What caused 9/11 — and the consequences that linger
The images from that day still haunt us.
The Twin Towers plummeting to the ground, one following the other, smoke snaking through streets, billowing for blocks, fear and confusion spreading like ashes across the country.
We know now what we didn’t know that day: that the terrorist attack had been building for more than a decade. And that it would change our country, irreparably, forever.
Here, Peter Hahn, a professor of history and dean of arts and humanities at Ohio State, discusses the causes — and lingering consequences — of 9/11.
Q: What caused 9/11?
A: 9/11 resulted from the confluence of multiple factors.
Islamic extremism was stirred by the Iranian Revolution, the Soviet invasion of Afghanistan and the assassination of the Egyptian president. That extremism turned anti-American because of U.S. support for Israel and repressive and secular Arab regimes.
Soaring birthrates and limited economic opportunities generated social pressures. Extremist thinking embraced violence because local regimes left no other options for peaceful, democratic reform.
The proliferation of weapons gave activists the means to inflict harm, and innovation in communications facilitated worldwide publicity about their deeds — which served the psychological warfare objective of unsettling western populations.
Q: How was Osama bin Laden involved?
A: After contesting the Soviet occupation of Afghanistan in the 1980s, the Saudi nationalist Osama bin Laden organized a network of unconventional combatants known as Al-Qaida. Bin Laden believed that the stationing of U.S. troops in Saudi Arabia during the Gulf War of 1990-91 violated the sacred spaces around Mecca and Medina, and in 1996, he essentially declared war on the United States.
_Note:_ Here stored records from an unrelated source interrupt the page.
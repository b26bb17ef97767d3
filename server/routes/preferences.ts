/**
 * Mail preferences, "send me a digest now", and the unsubscribe link (docs/api-digests.md).
 * GET   /api/me/preferences          signed in; ETag
 * PATCH /api/me/preferences          signed in; If-Match (428 missing, 412 stale); any subset of fields
 * POST  /api/me/digest               signed in; Idempotency-Key; 202, the mail goes after commit
 * GET   /api/unsubscribe/:token      public: what the link turns off (no change: GET changes nothing)
 * POST  /api/unsubscribe/:token      public: turns it off (RFC 8058 one-click; the app page too)
 *
 * The unsubscribe router is mounted in createApp BEFORE the JSON-only check and the CSRF check:
 * RFC 8058 mail clients POST "List-Unsubscribe=One-Click" as a form, with no cookie, no Origin and
 * no CSRF header. CSRF defends ambient credentials (the session cookie); these routes use none:
 * the signed token in the path is the only credential, so a forged request without it does
 * nothing. Its body is read only as that form or as JSON, at most 1 kB.
 */
import express, { Router, type Request } from 'express';
import type { z } from 'zod';
import { rateLimit } from 'express-rate-limit';
import {
  digestNowSchema,
  preferencesPatchSchema,
  unsubscribeBodySchema,
  unsubscribeParamsSchema,
  type DigestNowResponse,
  type PreferencesPatch,
  type UnsubscribeResult,
} from '../../shared/schemas/preferences';
import { HttpError, notFound, tooManyRequests } from '../errors';
import { refuseNul } from '../middleware/nul';
import type { MailService } from '../mail';
import { valid, validate } from '../middleware/validate';
import { policy } from '../policies';
import type { DigestService } from '../digests/service';
import { loadPreferences, preferencesDto, type EffectivePreferences } from '../digests/preferences';
import { changePreferences, turnOffMailList } from '../commands/changePreferences';
import { presentUnsubscribePreview } from '../presenters/preferences';
import { verifyUnsubscribeToken } from '../digests/unsubscribeToken';
import { idempotentWrite } from '../services/idempotency';
import { sequelizeOf } from '../services/records';
import { setEtag } from '../services/versioning';

export interface PreferencesRouterOptions {
  digests: DigestService;
  mail: MailService;
  /** "Send me a digest now" per user per window (default 10 per 10 minutes). */
  digestNowLimit?: { limit: number; windowMs: number };
}

function mailboxPath(mail: MailService): string | null {
  return mail.fake ? '/mailbox' : null;
}

export function preferencesRouter(options: PreferencesRouterOptions): Router {
  const router = Router();
  const { digests, mail } = options;
  const nowLimit = options.digestNowLimit ?? { limit: 10, windowMs: 10 * 60 * 1000 };
  const perUser = rateLimit({
    windowMs: nowLimit.windowMs,
    limit: nowLimit.limit,
    standardHeaders: 'draft-8',
    legacyHeaders: false,
    keyGenerator: (req) => `digest-now:${req.user?.id ?? 'anonymous'}`,
    handler: (_req, _res, next, opts) => next(tooManyRequests('You asked for several digests just now. Wait a few minutes.', Math.ceil(opts.windowMs / 1000))),
  });

  async function current(req: Request): Promise<EffectivePreferences> {
    const prefs = await loadPreferences(sequelizeOf(req), req.user!.id);
    if (!prefs) throw notFound('Your account was not found.');
    return prefs;
  }

  router.get('/me/preferences', policy.signedIn(), async (req, res) => {
    const prefs = await current(req);
    setEtag(res, prefs.version);
    res.json(preferencesDto(prefs, mailboxPath(mail)));
  });

  router.patch('/me/preferences', policy.signedIn(), validate({ body: preferencesPatchSchema }), async (req, res) => {
    const patch = valid<PreferencesPatch>(req.valid.body);
    const prefs = await changePreferences(sequelizeOf(req), req.user!.id, patch, { req, present: (p) => preferencesDto(p, mailboxPath(mail)) });
    setEtag(res, prefs.version);
    res.json(preferencesDto(prefs, mailboxPath(mail)));
  });

  router.post('/me/digest', policy.signedIn(), perUser, validate({ body: digestNowSchema }), async (req, res) => {
    await idempotentWrite(req, res, async (transaction) => {
      const built = await digests.prepareNow(req.user!.id, req);
      if (!built) throw notFound('Your account was not found.');
      mail.outbox.sendAfterCommit(transaction, built.message);
      const body: DigestNowResponse = {
        queued: true,
        to: built.message.to.address,
        subject: built.message.subject,
        findings: built.findings,
        mailboxPath: mailboxPath(mail),
      };
      return { status: 202, body };
    });
  });

  return router;
}

export interface UnsubscribeRouterOptions {
  /** Secrets that verify tokens (env.sessionSecrets: the first signs). */
  secrets: readonly string[];
}

/** Public, token-authorised; mounted before the JSON and CSRF checks (see the top of this file). */
export function unsubscribeRouter(options: UnsubscribeRouterOptions): Router {
  const router = Router();
  // This router sits before the API's own body parsers, so it runs the NUL check on its own bodies.
  const bodies = [express.urlencoded({ extended: false, limit: '1kb', parameterLimit: 5 }), express.json({ limit: '1kb', strict: true }), refuseNul];

  async function resolve(req: Request) {
    const { token } = valid<z.infer<typeof unsubscribeParamsSchema>>(req.valid.params);
    const check = verifyUnsubscribeToken(options.secrets, token);
    if (!check.ok) {
      if (check.reason === 'expired') throw new HttpError(410, 'link_expired', 'This unsubscribe link has expired. Sign in and change your preferences instead.');
      throw notFound('This unsubscribe link is not valid. Check that you copied the whole link from the mail.');
    }
    const prefs = await loadPreferences(sequelizeOf(req), check.claim.userId);
    if (!prefs) throw notFound('This unsubscribe link is not valid. Check that you copied the whole link from the mail.');
    const preview = presentUnsubscribePreview(check.claim, prefs);
    return { claim: check.claim, preview };
  }

  router.get('/unsubscribe/:token', policy.public(), validate({ params: unsubscribeParamsSchema }), async (req, res) => {
    const { preview } = await resolve(req);
    res.json(preview);
  });

  router.post('/unsubscribe/:token', policy.public(), ...bodies, validate({ params: unsubscribeParamsSchema, body: unsubscribeBodySchema }), async (req, res) => {
    const { claim, preview } = await resolve(req);
    await turnOffMailList(sequelizeOf(req), claim.userId, claim.list);
    const result: UnsubscribeResult = { ...preview, alreadyOff: true, done: true };
    res.json(result);
  });

  return router;
}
From sanctuaries in Sudan and then Afghanistan, bin Laden and his allies orchestrated a series of terrorist attacks on the World Trade Center in New York in 1993, an American military barracks in Saudi Arabia in 1996, the U.S. embassies in Kenya and Tanzania in 1998 and a U.S. Navy ship in Aden Harbor in 2000.
Q: Did anyone try to stop bin Laden?
A: Presidents Clinton and Bush deployed intelligence, law enforcement and diplomatic and military officials to foil the mounting menace of terrorism. But they failed to detect bin Laden’s most audacious plot ever, to strike New York and Washington, D.C., with highjacked civilian airliners piloted by suicide bombers.
That surprise assault on Sept. 11, 2001, destroyed the twin towers of the World Trade Center, badly damaged the Pentagon and left some 3,000 Americans dead.
Q: How did the United States respond to 9/11?
A: The United States reacted to the 9/11 attacks in a variety of ways.
Within several weeks of the 9/11 attacks, President George W. Bush ordered an invasion of Afghanistan. The Taliban regime, which had given Osama bin Laden sanctuary, was ousted from government, but their resistance continued to the modern day — from strongholds in the mountainous southeastern region of Afghanistan and neighboring Pakistan.
The psychological impact of 9/11 led Bush to launch an invasion of Iraq in 2003. While he initially embraced Clinton’s approach of containing Iraqi dictator Saddam Hussein, he shifted to belligerence out of determination to prevent any additional surprise terrorist attacks, especially given nightmare scenarios about terrorists deploying weapons of mass destruction.
Q: What happened to bin Laden?
A: The United States launched a steady campaign to identify and eliminate terrorist ringleaders — many with deadly force. Most famously, in 2011, President Barack Obama ordered a secret military mission into Pakistan that resulted in the killing of bin Laden.
Q: What changed in the United States after the terrorist attacks?
A: 9/11 and the 2001 anthrax attacks galvanized the security consciousness of the American people. A focus on “homeland security” led to the establishment of a White House office and, eventually, a cabinet department of that name.
Public service announcements encouraged citizens to remain vigilant, report suspicious activity and prepare for disasters. The Patriot Act of 2001 authorized enhanced domestic surveillance and law enforcement techniques previously considered excessive.
Federal authorities rounded up 1,200 men of Middle Eastern ethnicity for detention and questioning, tried terrorist suspects in military tribunals, suspended attorney-client privilege and searched business and communication records without owners’ consent or warrants. The Transportation Security Administration was created to bolster airport security.
As years passed without additional, spectacular attacks on the homeland, concern relaxed. Legal provisions of the Patriot Act were gradually, although not completely, rescinded.